## Exercise description
In the listing below, find the line holding "nuclei: Harris et" and the line holding "level spacing). */". Write out those two lines and all lines between, exactly, and nothing more.

## Provided records
/**
 * An independent check of the command line against the notebook format contract (v1.2,
 * /work/shared/notebook-format.md), field by field: the bundled command (dist/cli.js, run as a user runs it) on
 * notes written to a temporary folder. Every expected value is taken from the contract's own text or computed here
 * from the published formulas, never from the tool's output.
 *
 * Constants: h = 6.626 070 15e-34 J s and k = 1.380 649e-23 J/K, exact since the 2019 SI redefinition (BIPM, SI
 * Brochure, 9th ed., 2019; CODATA 2018 lists them unchanged). Gyromagnetic ratios of the bare nuclei: Harris et
 * al., "NMR nomenclature. Nuclear spin properties and conventions for chemical shifts", Pure Appl. Chem. 73, 1795
 * (2001), Table 1 (γ in 10⁷ rad s⁻¹ T⁻¹). The electron: CODATA 2018 (Tiesinga et al., Rev. Mod. Phys. 93, 025010
 * (2021)), μ_B and g_e.
 */
import { strict as assert } from 'node:assert';
import { spawnSync } from 'node:child_process';
import { chmodSync, mkdirSync, mkdtempSync, rmSync, symlinkSync, writeFileSync } from 'node:fs';
import { tmpdir } from 'node:os';
import { join, resolve } from 'node:path';
import { CONTRACT_FIELDS } from '../support/contractFields';

const CLI = resolve('dist', 'cli.js');

/** Exact SI (2019): Planck constant, J s. */
const H = 6.62607015e-34;
/** Exact SI (2019): Boltzmann constant, J/K. */
const K = 1.380649e-23;
/** CODATA 2018: Bohr magneton, J/T. */
const MU_B = 9.2740100783e-24;
/** CODATA 2018: electron g-factor (its magnitude enters the level spacing). */
const G_E = 2.00231930436256;
/** Harris et al. 2001, Table 1: γ(¹³C) = 6.728284e7 rad s⁻¹ T⁻¹ (10.7084 MHz/T, as the contract's example says). */
const GAMMA_13C = 6.728284e7;
/** Harris et al. 2001, Table 1: γ(¹H) = 26.7522128e7 rad s⁻¹ T⁻¹. */
const GAMMA_1H = 26.7522128e7;
/** Harris et al. 2001, Table 1: γ(²H) = 4.10662791e7 rad s⁻¹ T⁻¹ (I = 1). */
const GAMMA_2H = 4.10662791e7;

/** Zeeman spacing per Δm = 1 as a temperature, K: |γ|ħB/k = (|γ|/2π)·h·B/k. */
const zeemanK = (gamma: number, tesla: number): number => ((Math.abs(gamma) / (2 * Math.PI)) * H * tesla) / K;
/** A frequency as a temperature, K: hν/k. */
const hzK = (hz: number): number => (H * hz) / K;
/** Two-level β from P = (n_l − n_u)/(n_l + n_u): ln[(1 + P)/(1 − P)]/ΔE. */
const betaOfP = (p: number, dE: number): number => Math.log((1 + p) / (1 - p)) / dE;
/** Thermal polarization of a spin ½: tanh(ΔE/2kT). */
const tanhP = (dE: number, t: number): number => Math.tanh(dE / (2 * t));
/**
 * ⟨I_z⟩/I for spin I at spacing x = ΔE/kT per Δm = 1 (the Brillouin function B_I(I·x)), summed over the 2I + 1
 * Boltzmann-weighted levels directly.
 */
function brillouinP(spin: number, x: number): number {
  let z = 0;
  let m1 = 0;
  for (let m = -spin; m <= spin + 1e-9; m++) {
    const w = Math.exp(m * x);
    z += w;
    m1 += m * w;
  }
  return m1 / z / spin;
}
/** Gibbs entropy S/(Nk) = −Σ p ln p of normalised populations. */
const gibbs = (ps: number[]): number => {
  const sum = ps.reduce((a, b) => a + b, 0);
  return -ps.reduce((s, p) => (p > 0 ? s + (p / sum) * Math.log(p / sum) : s), 0);
};

const close = (actual: number | null | undefined, expected: number, rel: number, what: string): void => {
  assert.ok(typeof actual === 'number', `${what}: a number, got ${String(actual)}`);
  const tol = rel * Math.max(Math.abs(expected), 1e-300);
  assert.ok(Math.abs(actual - expected) <= tol, `${what}: ${actual} vs ${expected} (rel ${rel})`);
};

interface M {
  value: number;
  uncertainty: number | null;
  interval?: [number, number] | null;
}
interface Diagnostic {
  severity: string;
  code: string;
  message: string;
  line: number;
  column: number;
}
interface SpectrumEntry {
  key: string;
  file: string;
  region: [number, number] | null;
  unit: string | null;
  integral: { value: number; uncertainty: number | null } | null;
  points: number | null;
}
interface Entry {
  file: string;
  line: number;
  cell: number | null;
  id: string | null;
  status: string;
  beta: M | null;
  temperature: M | null;
  polarization: M | null;
  thermalPolarization: number | null;
  enhancement: number | null;
  entropy: number | null;
  diagnostics: Diagnostic[];
  timeConstant: M | null;
  gainCoefficient: number | null;
  singlePassGain: number | null;
  aboveThreshold: boolean | null;
  invertedPairs: [number, number][];
  spectra: SpectrumEntry[];
  polarizationAt: { time: number; value: number; uncertainty: number | null } | null;
}

interface Run {
  code: number | null;
  out: string;
  err: string;
}

/** The bundled command, in `cwd`, as a user runs it. */
function cli(args: string[], cwd: string, input?: string): Run {
  const r = spawnSync(process.execPath, [CLI, ...args], { cwd, encoding: 'utf8', input, timeout: 60000 });
  return { code: r.status, out: r.stdout, err: r.stderr };
}

/** `report … --format json`: the exit status and the parsed entries, each checked against the contract's shape. */
function report(args: string[], cwd: string): { code: number | null; entries: Entry[]; err: string } {
  const r = cli(['report', ...args, '--format', 'json'], cwd);
  const entries = JSON.parse(r.out) as Entry[];
  assert.ok(Array.isArray(entries), 'one JSON array on stdout');
  for (const e of entries) assertShape(e);
  return { code: r.code, entries, err: r.err };
}

const STATUSES = ['normal', 'saturated', 'inverted', 'non-thermal', 'invalid'];
/** Fields the contract names (v1, v1.1, v1.2): each present, `null` when unknown, never missing. */
const FIELDS = [
  ...CONTRACT_FIELDS,
  'timeConstant',
  'gainCoefficient',
  'singlePassGain',
  'aboveThreshold',
  'spectra',
  'polarizationAt',
];

const isNumberOrNull = (x: unknown): boolean => x === null || (typeof x === 'number' && Number.isFinite(x));

/** The contract's types, nullability and conventions for one entry. */
function assertShape(e: Entry): void {
  const rec = e as unknown as Record<string, unknown>;
  for (const f of FIELDS) assert.ok(f in rec && rec[f] !== undefined, `field ${f} present`);
  assert.equal(typeof e.file, 'string');
  assert.ok(Number.isInteger(e.line) && e.line >= 1, 'line is 1-based');
  assert.ok(e.id === null || typeof e.id === 'string');
  assert.ok(STATUSES.includes(e.status), e.status);
  for (const f of ['beta', 'temperature', 'polarization'] as const) {
    const m = e[f];
    if (m === null) continue;
    assert.equal(typeof m.value, 'number', `${f}.value`);
    assert.ok(isNumberOrNull(m.uncertainty), `${f}.uncertainty`);
    // v1.2: `interval` is carried, and null where the result has no uncertainty.
    assert.ok('interval' in m, `${f}.interval present`);
    if (m.uncertainty === null) assert.equal(m.interval, null, `${f}.interval without an uncertainty`);
    if (m.interval) assert.ok(m.interval[0] <= m.interval[1], `${f}.interval low to high`);
  }
  for (const f of ['thermalPolarization', 'enhancement', 'entropy', 'gainCoefficient', 'singlePassGain'] as const)
    assert.ok(isNumberOrNull(e[f]), f);
  assert.ok(e.aboveThreshold === null || typeof e.aboveThreshold === 'boolean');
  if (e.timeConstant) assert.ok(typeof e.timeConstant.value === 'number' && isNumberOrNull(e.timeConstant.uncertainty));
  if (e.polarizationAt)
    for (const f of ['time', 'value'] as const) assert.equal(typeof e.polarizationAt[f], 'number', f);
  assert.ok(Array.isArray(e.spectra));
  for (const s of e.spectra) {
    assert.equal(typeof s.key, 'string');
    assert.equal(typeof s.file, 'string');
    for (const f of ['region', 'unit', 'integral', 'points'] as const) assert.ok(f in s, `spectra[].${f}`);
  }
  for (const d of e.diagnostics) {
    assert.ok(['error', 'warning', 'info'].includes(d.severity), d.severity);
    assert.match(d.code, /^[a-z0-9]+(-[a-z0-9]+)*$/, 'stable kebab-case code');
    assert.equal(typeof d.message, 'string');
    assert.ok(Number.isInteger(d.line) && d.line >= 1, 'diagnostic line is 1-based');
  }
  // Status rule 1: `invalid` exactly when the block has an error, and then nothing is computed.
  const hasError = e.diagnostics.some((d) => d.severity === 'error');
  assert.equal(e.status === 'invalid', hasError, `invalid ⇔ an error (${e.file}:${e.line})`);
  if (hasError) for (const f of ['beta', 'temperature', 'polarization'] as const) assert.equal(e[f], null);
  // T = 1/β, absent when β = 0.
  if (e.beta && e.beta.value === 0) assert.equal(e.temperature, null, 'no temperature at β = 0');
  if (e.beta && e.temperature) close(e.temperature.value, 1 / e.beta.value, 1e-12, 'T = 1/β');
}

const fence = (body: string): string => '```levels\n' + body + '\n```\n';
const codes = (e: Entry): string[] => e.diagnostics.map((d) => d.code);
const byId = (entries: Entry[], id: string): Entry => {
  const e = entries.find((x) => x.id === id);
  assert.ok(e, `a block with id ${id}`);
  return e;
};

/** nbformat 4 notebook with the given cells (`source` as Jupyter writes it: a list of lines). */
const notebook = (cells: { cell_type: string; source: string | string[] }[]): string =>
  JSON.stringify(
    {
      cells: cells.map((c) => ({
        metadata: {},
        ...c,
        ...(c.cell_type === 'code' ? { outputs: [], execution_count: null } : {}),
      })),
      metadata: {},
      nbformat: 4,
      nbformat_minor: 5,
    },
    null,
    1,
  );
const lines = (text: string): string[] => text.split(/(?<=\n)/);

## Task solution
 * Brochure, 9th ed., 2019; CODATA 2018 lists them unchanged). Gyromagnetic ratios of the bare nuclei: Harris et
 * al., "NMR nomenclature. Nuclear spin properties and conventions for chemical shifts", Pure Appl. Chem. 73, 1795
 * (2001), Table 1 (γ in 10⁷ rad s⁻¹ T⁻¹). The electron: CODATA 2018 (Tiesinga et al., Rev. Mod. Phys. 93, 025010
 * (2021)), μ_B and g_e.
 */
import { strict as assert } from 'node:assert';
import { spawnSync } from 'node:child_process';
import { chmodSync, mkdirSync, mkdtempSync, rmSync, symlinkSync, writeFileSync } from 'node:fs';
import { tmpdir } from 'node:os';
import { join, resolve } from 'node:path';
import { CONTRACT_FIELDS } from '../support/contractFields';

const CLI = resolve('dist', 'cli.js');

/** Exact SI (2019): Planck constant, J s. */
const H = 6.62607015e-34;
/** Exact SI (2019): Boltzmann constant, J/K. */
const K = 1.380649e-23;
/** CODATA 2018: Bohr magneton, J/T. */
const MU_B = 9.2740100783e-24;
/** CODATA 2018: electron g-factor (its magnitude enters the level spacing). */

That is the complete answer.